Effect of time delay $\tau$ on the infected cases (for a more intuitive display, the ratio of the number of infected people to the total population is taken as the vertical ordinate): (a)$\tau =4.38$; (b)$\tau =10.686$.

In Figs. 3 and 4 , the top right plane of two figures show the marginal probability density of $S/N$ and the marginal probability density of $I/N$ in the top left. And the joint probability density of $S/N$ with $I/N$, see bottom left plane of Figs. 3 and 4, the projection of the joint probability density are shown in the bottom right plane. From the perspective of probability density, we can see that from Figs. 3 to 4, the properties of the probability density have changed. It demonstrated that the stochastic D bifurcation happened.

Fig. 3.

Effect of time delay $\tau$ on susceptible(S) and infected(I), respectively and joint with $\tau =4.38<{\tau }_0$.

Fig. 4.

Effect of time delay $\tau$ on susceptible(S) and infected(I), respectively and joint with $\tau =10.686>{\tau }_0$.

4.2. The transmission of COVID-19 between two regions

Infectious disease can cause a large number of deaths and injuries in a short period of time in severe cases [9]. Therefore, it is necessary to take effective measures in time. For infectious diseases, the most important thing is to cut off the source of infection to prevent the spread of the disease.

It spreads to other cities of China as pneumonia cases from unknown origin. Now we apply the model to the two regions of China. Geographically, BTHUA and TNP are adjacent to each other and the transportation is convenient. Besides, the total population of these two areas is also similar to meet the model assumptions. Data Source: National Health Commission of the People’s Republic of China with high precision.

In Fig. 5 , a comparison between the Monte Carlo simulated curve and the real data for the TNP and BTHUA are displayed, almost all the points of the actual data stand on the Monte Carlo simulated curve in the first 180 days, the effectiveness of SIR model is revealed. Then the Monte Carlo simulated curve starts to break away from the real data points. The actual data is asymptotically stable and approach zero, while the direction of the estimated curve shows an obvious upward trend. That’s because on January 23, 2020, the Chinese government took measures of “lockdown of cities” in Hubei and decreased population mobility in China.

Fig. 5.

Comparison of time series of infected cases for actual data and the Monte carlo simulation with SIR model.

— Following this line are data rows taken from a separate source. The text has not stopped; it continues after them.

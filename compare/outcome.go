package compare

// The two verdicts of a comparison that was made. Reports add the
// campaign's states in which no verdict can be given yet (see package
// report).
const (
	// VerdictPass: the comparison is within tolerance.
	VerdictPass = "pass"
	// VerdictFail: the comparison is outside tolerance.
	VerdictFail = "fail"
)

func verdict(ok bool) string {
	if ok {
		return VerdictPass
	}
	return VerdictFail
}
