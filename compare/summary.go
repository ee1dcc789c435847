package compare

import (
	"fmt"

	"tandem/compare/table"
)

// Entry is the comparison of one column of one observable between two
// chains.
type Entry struct {
	// Observable names what was measured; in table mode it is set by the
	// caller (by default the file name of the first table).
	Observable string
	// Teams names the two chains compared, in the order A, B; empty in
	// table mode.
	Teams [2]string
	// Unit and Label describe the axis and value, when declared.
	XLabel, YLabel string
	// Blinded says whether the values are blinded.
	Blinded bool
	*Result
}

// Summary is a set of comparisons with one overall verdict.
type Summary struct {
	Entries []Entry
	// Title describes what was compared, for reports.
	Title string
	// Notes are free-text lines a report shows on top (campaign state,
	// accepted disagreements).
	Notes []string
}

// Pass reports whether every entry passes.
func (s *Summary) Pass() bool {
	for _, e := range s.Entries {
		if !e.Pass {
			return false
		}
	}
	return true
}

// Verdict is "pass" or "fail".
func (s *Summary) Verdict() string { return verdict(s.Pass()) }

func verdict(ok bool) string {
	if ok {
		return "pass"
	}
	return "fail"
}

// Verdict is "pass" or "fail" for one entry.
func (e *Entry) Verdict() string { return verdict(e.Pass) }

// Tables compares the selected columns of two tables, after checking that
// their bins agree within the relative edge tolerance edgeTol.
func Tables(a, b *table.Table, sels []Selection, edgeTol float64, opt Options) ([]*Result, error) {
	if err := table.SameEdges(a, b, edgeTol); err != nil {
		return nil, err
	}
	if len(sels) == 0 {
		return nil, fmt.Errorf("%s: no value columns to compare", a.Source)
	}
	out := make([]*Result, 0, len(sels))
	for _, sel := range sels {
		var sb *table.Series
		var errB error
		done := make(chan struct{})
		go func() {
			defer close(done)
			sb, errB = b.Series(sel)
		}()
		sa, err := a.Series(sel)
		<-done
		if err != nil {
			return nil, err
		}
		if errB != nil {
			return nil, errB
		}
		r, err := Series(sa, sb, opt)
		if err != nil {
			return nil, fmt.Errorf("column %q: %w", sel.Value, err)
		}
		out = append(out, r)
	}
	return out, nil
}

// Selection is re-exported so callers of Tables need not import table.
type Selection = table.Selection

“Lockdown of cities” means that residents can’t travel between cities, counties, and communities in Hubei. Besides, on January 28, 2020, the traffic of Xiangyang (a city of Henan) has been cut off. At the same time, due to traffic control, media publicity, extended holidays and other factors, the scale of population flow between cities in other regions has been greatly reduced, to contain the rapid spread of the COVID-19 epidemic.

The probability density of the infected cases with the real data is shown in Fig. 6 . The decline of the probability density curve with the two regions-BTHUA and TNP indicates that the effectiveness of decreasing population mobility. Comparing Fig. 6(a) and (b), obviously, different from the BTHUA has only one peak of probability density, TNP has two. The reason is that after the epidemic was basically under the control of China, and companies resume work and production across China, the TNP sent an alert for imported infectious cases broke out in the border city of China and Russia, followed by a local case where the source of the infection was unknown. On may 10, 2020, Shulan, a city in Jilin, was declared to be a high-risk area and entered “wartime state”. Moreover, Jilin cut off external traffic, limited the entry and exit of people. Which made Jilin, with a population of 4.4 million, has become the first major city in China to be shut down since the resumption of work and production in China.

Fig. 6.

The actual probability density curves of BTHUA and TNP.

Above all, as is known to all under the condition that emergency event occurs in one area the probability density peak of the two regions is different. To find without emergency event happened whether the epidemic peak in two adjacent regions is the same or not. We simulated 50 pairs of areas with adjacent geographical locations and convenient transportation. Assume there has 500 infected cases in every area at first, then simulating the curve of the infected cases with 300 days as shown in Fig. 7 . Obviously, the epidemic peaks of the 100 curves in Fig. 7 are different from each other, that’s mainly because of the differences in movement rate $\kappa$ among areas and the existence of the incubation period $\tau$ of the coronavirus. For explanation in detail, numerical simulation on two groups of these was carried out displayed in Fig. 8 .

Fig. 7.

Time evolution of the infectious cases for 50 pairs of adjacent areas.

Fig. 8.

Time evolution of the infectious cases for two pairs of adjacent areas.

Note $T_i$ ($T_i>0$ and $T_i\in N$, $i=1,2$) is time interval, which represents the time it takes for the epidemic peak from one area to another in group $i$. It should be noted that in Fig. 8, the delay in Group 1 denotes ${\tau }_1=6.8$ and in group 2 is ${\tau }_2=10.6$. Obviously, $T_1<T_2$ ($T_1\approx 9$, $T_2\approx 15$) and the long duration of a large outbreak in group 2 is harmful to healthy people. It can be explained by when the epidemic of the infected city spreads rapidly to another city, it can immediately attract the government’s attention and quickly take measures to control the epidemic at the first time. From Wei et al. [30] we knew that the faster we took the measures, the more beneficial it is to reduce the number of infections and control the epidemic. Therefore, we can draw a conclusion that a large delay $\tau$ is not conducive to the control of the epidemic.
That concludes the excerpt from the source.